# My mini alternative



## Austin Bike (Feb 9, 2003)

I really wanted a mini for my shack in the backyard, but I do not have a 4-tuner Tivo.

The $250 price (with lifetime) was reasonable, but unfortunately it would be a lot more because I would have to buy a new TiVo as well.
I started looking around and found an HDMI wireless transmitter:

http://www.monoprice.com/products/p...=10110&cs_id=1011011&p_id=8087&seq=1&format=2

This is $150 and *generally* has the range that I need. Watch the video to see some of the issues that I am still working out..

But once that was installed I realized that the IR transmitter in the unit does not work because Tivo uses a dual-band IR. So I had to get one of these:

http://www.monoprice.com/products/p...=10110&cs_id=1011009&p_id=9194&seq=1&format=2

The net price is ~$180 for the two devices and it took only a few minutes to get them working together (once I had both).

The picture is less than spectacular (even though I am getting 720p) there are some blotchy artifacts that I get from poor signal. I think that possibly getting a longer cable and moving the shack unit off of the TV and onto the wall closer to the door might be good.

The Tivo has dual HD outputs (HDMI and component) so I run component to the TV and HDMI to the broadcaster. HDMI has its own set of issues with handshakes and there are still some things to work out there, but generally everything is working like I need it to.

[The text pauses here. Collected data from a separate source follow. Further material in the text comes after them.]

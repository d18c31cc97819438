package report

import (
	"bytes"
	"compress/zlib"
	"crypto/sha256"
	"io"
	"math"
	"strconv"
	"strings"
	"sync"

	"codeberg.org/go-fonts/dejavu/dejavusans"
	"codeberg.org/go-fonts/dejavu/dejavusansbold"
	"github.com/jung-kurt/gofpdf"
	"golang.org/x/image/font/sfnt"
)

// usual holds the characters beyond ASCII that the reports themselves use. Every document carries them, so that nearly all
// documents share one cut-out of the font: cutting it takes longer than all the rest of a report.
const usual = "°±²³·¼½×µπ–—‘’“”…•√≈≤≥−→☐✓✗\uFFFD"

// blocks are the runs of 128 characters that a document uses beyond the usual ones; each is cut out whole.
type blocks [65536 / 128]bool

// add notes what clean text needs.
func (b *blocks) add(s string) {
	for _, r := range s {
		if r > '~' && r < 65536 && !b[r/128] && !strings.ContainsRune(usual, r) {
			b[r/128] = true
		}
	}
}

// lettering is a font cut out for a document, in the form in which a PDF carries it.
type lettering struct {
	name   string // begins with six letters that are its own, as a PDF asks of a part of a font
	descr  string // its measures
	file   []byte // compressed
	bare   int    // bytes before compression
	glyphs []byte // compressed: of each code point its glyph, two bytes
	widths string // of each code point, thousandths of the type size
}

// letterings keeps what has been cut out, regular and bold; a plan needs one or two of each.
var letterings struct {
	sync.Mutex
	of [2]map[blocks]*lettering
}

// letteringOf gives the font for what a document uses.
func letteringOf(bold bool, used *blocks) *lettering {
	k, all := btoi(bold), &letterings
	all.Lock()
	defer all.Unlock()
	l := all.of[k][*used]
	if l == nil {
		l = cut(bold, used)
		if all.of[k] == nil || len(all.of[k]) > 50 {
			all.of[k] = map[blocks]*lettering{}
		}
		all.of[k][*used] = l
	}
	return l
}

// The measures of the two fonts in thousandths of the type size: tables hhea, head and OS/2 of DejaVu Sans 2.37.
var (
	descr = [2]string{
		"/Ascent 928 /Descent -236 /CapHeight 729 /Flags 4 /FontBBox [-1021 -463 1793 1232] /ItalicAngle 0 /StemV 87 /MissingWidth 600",
		"/Ascent 928 /Descent -236 /CapHeight 729 /Flags 262148 /FontBBox [-1069 -415 1975 1174] /ItalicAngle 0 /StemV 165 /MissingWidth 600"}
	letterName = [2]string{"DejaVuSans", "DejaVuSans-Bold"}
)

// cut cuts ASCII, the usual characters and whole blocks out of a font.
func cut(bold bool, used *blocks) *lettering {
	k := btoi(bold)
	w := &faces().width[k]
	var set []rune
	for r := ' '; r < 65536; r++ {
		if w[r] >= 0 && (r <= '~' || used[r/128] || strings.ContainsRune(usual, r)) {
			set = append(set, r)
		}
	}
	ttf := gofpdf.UTF8CutFont(bytes.Clone([2][]byte{dejavusans.TTF, dejavusansbold.TTF}[k]), string(set)) // it writes into what it is given
	f, err := sfnt.Parse(ttf)
	if err != nil {
		panic(err) // the font is compiled in
	}
	glyphs := make([]byte, 2*65536)
	var b sfnt.Buffer
	for _, r := range set {
		g, err := f.GlyphIndex(&b, r)
		if err != nil {
			panic(err)
		}
		glyphs[2*r], glyphs[2*r+1] = byte(g>>8), byte(g)
	}
	tag := sha256.Sum256([]byte(string(set)))
	for i := range 6 {
		tag[i] = 'A' + tag[i]%26
	}
	return &lettering{name: string(tag[:6]) + "+" + letterName[k], descr: descr[k], file: packed(ttf, zlib.BestCompression), bare: len(ttf),
		glyphs: packed(glyphs, zlib.BestCompression), widths: widthList(set, w)}
}

// widthList is the table of widths of a PDF: runs of code points, each with its widths.
func widthList(set []rune, w *[65536]int16) string {
	var b []byte
	for i, r := range set {
		if i == 0 || r != set[i-1]+1 {
			if i > 0 {
				b = append(b, "] "...)
			}
			b = append(strconv.AppendInt(b, int64(r), 10), " ["...)
		} else {
			b = append(b, ' ')
		}
		b = strconv.AppendInt(b, int64(w[r]), 10)
	}
	return string(append(b, ']'))
}

// packers are kept for the next document: a new one costs more than a page to compress.
var packers = [zlib.BestCompression + 1]sync.Pool{}

// packed compresses b. The result is the same whichever packer does it.
func packed(b []byte, level int) []byte {
	z, _ := packers[level].Get().(*zlib.Writer)
	if z == nil {
		z, _ = zlib.NewWriterLevel(io.Discard, level) // fails only for an unknown level
	}
	var out bytes.Buffer
	z.Reset(&out)
	_, _ = z.Write(b) // a buffer never fails
	_ = z.Close()
	packers[level].Put(z)
	return out.Bytes()
}

// appendPt writes a number with at most two decimals; in pt that is as fine as any printer.
func appendPt(b []byte, v float64) []byte {
	n := int64(math.Round(v * 100))
	if n < 0 {
		b, n = append(b, '-'), -n
	}
	b = strconv.AppendInt(b, n/100, 10)
	if r := n % 100; r > 0 {
		b = append(b, '.', byte('0'+r/10))
		if r%10 > 0 {
			b = append(b, byte('0'+r%10))
		}
	}
	return b
}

Here is a video that walks through what I did:






I think within a room this would be great for hiding the Tivo and having a TV mounted on the wall.


----------



## moyekj (Jan 24, 2006)

So you can only get 720p because of weak signal?
Do you know if this device uses 2.4GHz or 5Ghz band? (I didn't see that spelled out in the specs).

Did you consider a Slingbox solution instead which then also gives you capability to view from anywhere around and away from home?


----------



## Austin Bike (Feb 9, 2003)

The transmitter is 5ghz which means it won't interfere with most wifi. I changed out the HDMI splitter with this one:

http://www.monoprice.com/products/p...=10113&cs_id=1011306&p_id=8204&seq=1&format=2

The problem I was having with sync is gone, an active splitter must keep a signal going the whole time and a passive must cut out.

I am running 720 because both TVs only run 720, one is a cheap 32" and the other is only 29".

Slingbox was not a great option because of cost and also I really didn't want a complicated box outside.


----------



## aaronwt (Jan 31, 2002)

5Ghz also means that the range for high bandwidth is severely limited.


----------



## jbenda (Nov 16, 2007)

I might try this same solution.

How far apart are the transmitter and receiver and how many walls/obstacles are between them?


----------



## Austin Bike (Feb 9, 2003)

They are ~25-30' apart. The signal goes through a window on the house and a screen on the shack so there is complete line of sight. I believe that with some cabling I could get the 2 units ~5-8' closer to each other. Right now there is still some pixelation at times. Not a big deal right now as I work out the bugs (and the 100F days start closing in) but with cooler weather in the fall and football season coming, I need a cleaner connection.


----------



## dsnotgood (Aug 26, 2010)

why not just buy a long HDMI cable and snake it / bury it and be done with it? they sell 100ft ones for pretty cheap and you won't have any signal issues.


----------



## supasta (May 6, 2006)

dsnotgood said:


> why not just buy a long HDMI cable and snake it / bury it and be done with it? they sell 100ft ones for pretty cheap and you won't have any signal issues.


My thoughts exactly. OP, was there a reason for the wireless HDMI over a long cable (HDMI or COMPONENT?


----------



## Dan203 (Apr 17, 2000)

There are also devices called BALUNs that can transmit HDMI over cat6 cable up to 300 feet.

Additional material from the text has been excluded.